I'm doing a flower blueberry mead for my next batch, so I'm subbing to see if I can add this to the list of flowers I want to use. If it's safe to eat, make a small tea and see how it is.
 
I'm assuming it is safe to consume in at least tea form as you can buy some for such purposes on Amazon. I'm also assuming they must be dried out first though. In addition I've found beer recipes that use Honeysuckle but at most they just say it has a weird taste, I'm looking for specifics though.
 
The best I could find is that making a tea from Honeysuckle is very sweet and has an herbal taste to it. I'd imagine that since I plan on NOT making a tea from it and I'm just throwing it in the fermenter that the herbal taste will be less present.

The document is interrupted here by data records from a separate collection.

"""The physics-informed network (``pinn``) and its data-only twin (``mlp``).

All default tests share one network configuration per learner (32x3 tanh,
256 collocation points, samples padded to 128), so the compiled training
chunks are built once per session.
"""

from __future__ import annotations

import jax.numpy as jnp
import numpy as np
import pytest
from scipy.integrate import solve_ivp

from surrogates import _pinn_core
from surrogates.data import Budget, Physics, TrainingData
from surrogates.errors import NotApplicableError, NotFittedError
from surrogates.mlp import DataOnlyNetwork
from surrogates.pinn import PINN

OMEGA, AMPLITUDE, T_END = 2.0, 1.0, 5.0
SMALL = dict(width=32, depth=3, n_collocation=256)


def oscillator(t, y, p):
    """Undamped harmonic oscillator x'' = -omega^2 x, state (x, v)."""
    return jnp.stack([y[1], -p["omega"] ** 2 * y[0]])


def oscillator_solution(t):
    """Closed form: x = A cos(omega t), v = -A omega sin(omega t)."""
    return np.stack([AMPLITUDE * np.cos(OMEGA * t), -AMPLITUDE * OMEGA * np.sin(OMEGA * t)], axis=1)


def oscillator_data(n):
    t = np.linspace(0.0, T_END, n)
    return TrainingData.from_arrays(t, oscillator_solution(t), state_names=("x", "v"))


def rel_l2(a, b):
    return float(np.linalg.norm(a - b) / np.linalg.norm(b))


T_TEST = np.linspace(0.0, T_END, 1001)


@pytest.fixture(scope="module")
def oscillator_pinn():
    """One fit shared by the reconstruction and rollout tests (1,500 Adam + 300 L-BFGS steps)."""
    physics = Physics(level="full", vector_field=oscillator, params={"omega": OMEGA})
    return PINN(**SMALL, adam_steps=1500, lbfgs_steps=300).fit(oscillator_data(40), physics, seed=0)


def test_pinn_reconstructs_harmonic_oscillator(oscillator_pinn):
    # measured: 5.2e-4 (seed 0)
    model = oscillator_pinn
    err = rel_l2(model.predict(T_TEST), oscillator_solution(T_TEST))
    assert err < 1e-3, err   # target of the issue: 1e-3 relative error (common practice)
    assert model.n_iterations_ == 1800
    assert model.n_parameters() == (1 * 32 + 32) + 2 * (32 * 32 + 32) + (32 * 2 + 2)


def test_pinn_identifies_oscillator_frequency():
    # guess 1.5, truth 2.0 (closed-form data), 1,500 Adam steps: measured estimate 1.99836 (seed 0)
    physics = Physics(level="full", vector_field=oscillator, params={"omega": 1.5}, unknown=("omega",))
    model = PINN(**SMALL, adam_steps=1500, lbfgs_steps=0).fit(oscillator_data(40), physics, seed=0)
    est = model.identified_params()
    assert set(est) == {"omega"}
    assert abs(est["omega"] - OMEGA) / OMEGA < 0.01, est   # 1 % (issue requirement)
    assert model.n_parameters() == (1 * 32 + 32) + 2 * (32 * 32 + 32) + (32 * 2 + 2) + 1


def test_same_seed_same_fit_and_no_recompilation():
    physics = Physics(level="full", vector_field=oscillator, params={"omega": OMEGA})
    data = oscillator_data(30)
    a = PINN(**SMALL, adam_steps=600, lbfgs_steps=20).fit(data, physics, seed=3)
    traces = dict(_pinn_core.TRACE_COUNTS)
    b = PINN(**SMALL, adam_steps=600, lbfgs_steps=20).fit(data, physics, seed=3)
    assert dict(_pinn_core.TRACE_COUNTS) == traces          # the second fit reused the compiled chunks
    np.testing.assert_array_equal(a.loss_history_, b.loss_history_)
    np.testing.assert_array_equal(a.predict(T_TEST), b.predict(T_TEST))
    c = PINN(**SMALL, adam_steps=600, lbfgs_steps=20).fit(data, physics, seed=4)
    assert not np.array_equal(a.predict(T_TEST), c.predict(T_TEST))   # the seed matters


def test_pinn_beats_data_only_network_on_sparse_data():
    # 6 samples over 1.6 periods, 1,500 Adam steps each (shares the compiled chunk of the other
    # tests); measured held-out rel. L2 on 0-5 s: pinn 2.2e-2, mlp 0.36 (seed 0)
    data = oscillator_data(6)
    physics = Physics(level="full", vector_field=oscillator, params={"omega": OMEGA})
    pinn = PINN(**SMALL, adam_steps=1500, lbfgs_steps=0, holdout_fraction=0.0).fit(data, physics, seed=0)
    mlp = DataOnlyNetwork(width=32, depth=3, adam_steps=1500, lbfgs_steps=0,
                          holdout_fraction=0.0).fit(data, seed=0)
    truth = oscillator_solution(T_TEST)
    e_pinn, e_mlp = rel_l2(pinn.predict(T_TEST), truth), rel_l2(mlp.predict(T_TEST), truth)
    print(f"sparse oscillator: pinn {e_pinn:.2e}, mlp {e_mlp:.2e}")
    assert e_pinn < 5e-2, e_pinn
    assert e_pinn < 0.1 * e_mlp, (e_pinn, e_mlp)


def test_rollout_replays_learned_trajectory(oscillator_pinn):
    model = oscillator_pinn
    # from the state at t = 2 (it recurs only after the window ends) the rollout
    # follows the solution while it stays inside the window ...
    t = np.linspace(0.0, 2.5, 251)
    y0 = oscillator_solution(np.array([2.0]))
    roll = model.rollout(y0, t)
    assert roll.shape == (1, 251, 2)
    np.testing.assert_array_equal(roll[0, 0], y0[0])
    assert rel_l2(roll[0], oscillator_solution(2.0 + t)) < 1e-2   # measured ~5e-4
    # the state at the window end recurs one period (pi) earlier, so a rollout from
    # it replays that stretch of the learned trajectory: good for a periodic orbit
    y_end = oscillator_solution(np.array([T_END]))
    t_out = np.linspace(0.0, 3.0, 301)
    assert rel_l2(model.rollout(y_end, t_out)[0], oscillator_solution(T_END + t_out)) < 1e-2
    # the network itself past the window is an extrapolation: poor
    t_past = np.linspace(T_END + 1.0, T_END + 3.0, 201)
    assert rel_l2(model.predict(t_past), oscillator_solution(t_past)) > 0.1


def test_unfitted_and_wrong_physics_raise():
    with pytest.raises(NotFittedError):
        PINN().predict(np.array([0.0]))
    with pytest.raises(NotFittedError):
        DataOnlyNetwork().rollout(np.zeros((1, 2)), np.array([0.0, 1.0]))
    physics = Physics(level="full", vector_field=oscillator, params={"omega": OMEGA})
    with pytest.raises(NotApplicableError):
        DataOnlyNetwork().fit(oscillator_data(10), physics)
    with pytest.raises(NotApplicableError):
        PINN().fit(oscillator_data(10), Physics())
    with pytest.raises(NotApplicableError):
        DataOnlyNetwork().fit(oscillator_data(10), Physics(level="full", vector_field=oscillator,
                                                            params={"omega": 1.0}, unknown=("omega",)))


def test_budget_caps_iterations():
    physics = Physics(level="full", vector_field=oscillator, params={"omega": OMEGA})
    model = PINN(**SMALL, adam_steps=1500, lbfgs_steps=300, patience=0)
    model.fit(oscillator_data(40), physics, Budget(max_iterations=600), seed=0)
    assert model.n_iterations_ == 600
    assert model.n_adam_steps_ == 500   # shared in proportion 1500:300


def test_causal_weights():
    # Wang, Sankaran & Perdikaris (2022): w_i = exp(-eps * sum of the losses of earlier chunks)
    w = np.asarray(_pinn_core.causal_weights(jnp.array([1.0, 2.0, 3.0]), 0.5))
    np.testing.assert_allclose(w, [1.0, np.exp(-0.5), np.exp(-1.5)], rtol=1e-14)


@pytest.mark.slow   # its own compiled configuration: ~40 s on a loaded 2-core machine
def test_annealing_and_causal_weighting_train():
    # both switched on; measured: rel. L2 3.5e-3 after 1,500 Adam steps, weight 0.01 -> 0.0038
    physics = Physics(level="full", vector_field=oscillator, params={"omega": OMEGA})
    model = PINN(**SMALL, adam_steps=1500, lbfgs_steps=0, loss_balancing="annealing",
                 causal_epsilon=1.0).fit(oscillator_data(40), physics, seed=0)
    assert rel_l2(model.predict(T_TEST), oscillator_solution(T_TEST)) < 2e-2
    assert 0.0 < model.physics_weight_ != 0.01   # the annealing moved the weight


def lorenz63(t, y, p):
    """Lorenz (1963), written here so that the test does not depend on the suite."""
    return jnp.stack([p["sigma"] * (y[1] - y[0]), y[0] * (p["rho"] - y[2]) - y[1], y[0] * y[1] - p["beta"] * y[2]])


@pytest.mark.slow
def test_pinn_identifies_lorenz_rho():
    p = {"sigma": 10.0, "rho": 28.0, "beta": 8.0 / 3.0}
    t = np.linspace(0.0, 2.0, 200)
    sol = solve_ivp(lambda s, y: np.asarray(lorenz63(s, y, p)), (0.0, 2.0), [-8.0, 7.0, 27.0],
                    method="DOP853", t_eval=t, rtol=1e-12, atol=1e-12)
    data = TrainingData.from_arrays(t, sol.y.T)
    physics = Physics(level="full", vector_field=lorenz63, params={**p, "rho": 20.0}, unknown=("rho",))
    model = PINN(width=32, depth=3, n_collocation=512, fourier_features=4,
                 adam_steps=3000, lbfgs_steps=1000).fit(data, physics, seed=0)
    print("lorenz rho estimate", model.identified_params())   # measured 27.9998 (seed 0)
    rho = model.identified_params()["rho"]
    assert abs(rho - 28.0) / 28.0 < 0.02, rho   # 2 % (issue requirement); Lorenz (1963) rho = 28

I plan to use this and cinnamon in a Lactomel (Milk Mead), so I guess we'll see in a few months how it turns out!
 
No experience using honeysuckle blooms in mead, but plenty experience drinking it. More than 10 years ago when I was living in Northern VA, there existed a place way out in Sperryville called "The Smokehouse Winery". It was run by a guy named John Hallberg who made an excellent honeysuckle metheglin. I'd drive all the way from Fairfax and back with several bottles of his perfectly aged mead, happy as a little kid with a new toy. Drinking one whole bottle by myself was very easy and his semi-sweet mead never left me with a hangover. Unfortunately, his meadery is no longer in business but I have some very good memories of John's wine.
I'm assuming John used the flowers for aroma, added to the secondary much as a beer would be dry-hopped. Honeysuckle flowers have a very sweet nectar inside, but with a honey overtone, you may never realize that specific taste because of the ratio of flowers to honey.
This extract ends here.